Because there is no brain region devoid of TSPO expression (65,66), metabolite-corrected arterial plasma measurements of radioligand concentration are necessary for accurate in vivo quantification of binding. To overcome variability that may be associated with the arterial measurements (27,67), relative measures of binding, such as distribution volume ratios (DVRs), have been proposed (22). Of the studies included in this meta-analysis, one study reported a significantly higher DVR in patients with schizophrenia and people at clinical risk for psychosis (22), whereas three studies showed no difference in schizophrenia (23–25). More recently, one study found no evidence of higher DVR in high-risk individuals compared with HCs (68).
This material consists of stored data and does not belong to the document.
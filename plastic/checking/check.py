"""`plastic.check`: every law on one part."""

from __future__ import annotations

import hashlib
import inspect
import platform
from collections.abc import Iterable
from importlib.metadata import PackageNotFoundError, version
from typing import Any

from plastic import laws
from plastic.catalogue import class_name
from plastic.checking.loading import CELLS, PREFIX, load
from plastic.checking.search import search
from plastic.checking.verdicts import Report, Verdict
from plastic.errors import Misfit, UnknownName
from plastic.laws._cells import PassiveCell
from plastic.laws._interface import Law
from plastic.routes._interface import Route
from plastic.rules._interface import Rule
from plastic.version import VERSION

#: examples of each law, unless asked otherwise
EXAMPLES = 100


def check(
    part: Any,
    *,
    examples: int = EXAMPLES,
    seed: int = 0,
    only: Iterable[str] | None = None,
) -> Report:
    """Return what every law says of a rule, a route or the cells.

    Parameters
    ----------
    part : class, instance or str
        A rule or a route (of an instance, its class), a name of a catalogue, "cells", or
        ``path/to/file.py:ClassName``; a file is run as Python.
    examples : int
        Examples of each law.
    seed : int
        The same seed draws the same examples.
    only : iterable of str, optional
        Names of laws; by default all.

    Examples
    --------
    >>> import plastic
    >>> plastic.check("pair_timing", examples=5, only=["silence", "time_units"]).ok
    True
    """
    cls = load(part) if isinstance(part, str) else part if isinstance(part, type) else type(part)
    about = about_of(cls)
    chosen = laws_about(about) if only is None else _known(only)
    _check_declared(cls)
    found = [check_law(cls, name, examples=examples, seed=seed) for name in chosen]
    return Report(name_of(cls), about, found, examples, seed, _source(cls), versions())


def check_law(part: type[Any], name: str, *, examples: int = EXAMPLES, seed: int = 0) -> Verdict:
    """Return what one law says of one part."""
    law = laws.find(name)()
    exempt = exemptions(part)
    reason = law.idle(part)
    if law.promised and name not in getattr(part, "promises", ()):
        reason = "not promised"
    if law.about != about_of(part):
        reason = f"a law about a {law.about}"
    if reason:
        return Verdict(name, law.summary(), "needless" if name in exempt else "idle", 0, reason)
    found = search(law, part, examples=examples, seed=seed)
    words, tried = law.summary(), found.examples
    if name in exempt:
        needless = found.broken is None
        return Verdict(name, words, "needless" if needless else "exempt", tried, exempt[name])
    if found.broken is None:
        return Verdict(name, words, "holds", tried)
    return Verdict(name, words, "fails", tried, "", found.case, found.broken)


def laws_about(about: str) -> list[str]:
    """Return the names of the laws about a kind of part: those on drawn examples first."""
    found: list[tuple[bool, str]] = []
    for name in laws.names():
        law: type[Law] = laws.find(name)
        if law.about == about:
            found.append((not law.drawn, name))
    return [name for _, name in sorted(found)]


def exemptions(part: type[Any]) -> dict[str, str]:
    """Return the laws from which a part is exempt, with reasons."""
    silent = getattr(part, "in_silence", "")
    return ({"silence": silent} if silent else {}) | dict(getattr(part, "exempt", {}))


def about_of(part: type[Any]) -> str:
    """Return what kind of part a class is."""
    for kind, name in ((Rule, "rule"), (Route, "route"), (PassiveCell, "cell")):
        if issubclass(part, kind):
            return name
    raise Misfit("plastic.check", got=part.__name__, expected="a rule or a route")


def name_of(part: type[Any]) -> str:
    """Return the public name of a part, or its file and class."""
    if part is PassiveCell:
        return CELLS
    file = part.__module__.rpartition(".")[2]
    if part.__module__.startswith("plastic.") and class_name(file) == part.__name__:
        return file
    if part.__module__.startswith(PREFIX):
        return f"{inspect.getsourcefile(part)}:{part.__name__}"
    return f"{part.__module__}.{part.__qualname__}"


def versions() -> dict[str, str]:
    """Return the versions of what a check depends on."""
    found = {"plastic": VERSION, "python": platform.python_version()}
    for library in ("hypothesis", "numpy", "numba"):
        try:
            found[library] = version(library)
        except PackageNotFoundError:
            found[library] = "unknown"
    return found


def _known(only: Iterable[str]) -> list[str]:
    wanted = list(only)
    for name in wanted:
        if name not in laws.names():
            raise UnknownName("law", name, laws.names())
    return wanted


def _check_declared(part: type[Any]) -> None:
    """Refuse exemptions and promises that name no law."""
    for name in (*getattr(part, "exempt", {}), *getattr(part, "promises", ())):
        if name not in laws.names():
            raise UnknownName("law", name, laws.names(), where=part.__name__)


def _source(part: type[Any]) -> str:
    try:
        text = inspect.getsource(part)
    except (OSError, TypeError):
        return "unknown"
    return hashlib.sha256(text.encode()).hexdigest()[:16]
We chose not to include DVR in our analysis. The interpretation of patient–control differences obtained by dividing binding in a target region by that in a reference region is complicated by the possibility that there are alterations in specific binding in the reference region as well. In addition, the reliability of DVR for TSPO radioligands has been found to be low (69). Given the lack of a true reference region, VT is the most suitable outcome for TSPO quantification under the assumption that nondisplaceable binding does not differ between groups. Apart from glial cells, TSPO is also expressed in perivascular and endothelial cells (55,70) and under certain conditions also neurons (71). Further research is needed to evaluate the contribution of these components to the observation of lower levels of VT in schizophrenia. Finally, while there is as yet no published evidence showing an effect of the fraction of free radiotracer in plasma on brain VT for TSPO radioligands (72), it cannot be ruled out that potential patient–control differences in free radiotracer might contribute to the observed differences in VT. Of all the original studies included in this meta-analysis that measured free radiotracer (22–24), none found a significant difference between groups, suggesting that this factor did not have a major influence on the results.

In this IPD meta-analysis, the hierarchal statistical models allowed us to investigate the difference in TSPO levels between patients with psychosis and HCs across five different studies. The IPD approach offers many advantages over traditional, aggregated meta-analysis (73). In this study specifically, for example, it allowed us to examine the effect of medication, investigate correlations between VT and clinical measures, and control for potential cofounders such as gender, all of which would not have been possible if effect sizes had only been extracted from literature. By including only studies employing second-generation radiotracers and reporting the standard outcome measure VT, the analysis fulfills the precondition of meta-analytical models that outcomes should stem from the same underlying distribution of effects. Synthesizing data in this way, we were able to overcome the critical limitation of small sample sizes in the individual reports. Despite this, the total number of included subjects did not allow for investigations of specific subgroups such as different disease stages.

Conclusions

The current study shows that TSPO levels are lower across several brain regions in patients with first-episode psychosis and schizophrenia compared with HCs, suggesting an altered function, or reduced density, of immune and glial cells. Further work is needed to assess the exact biological meaning of these changes using both clinical and translational studies.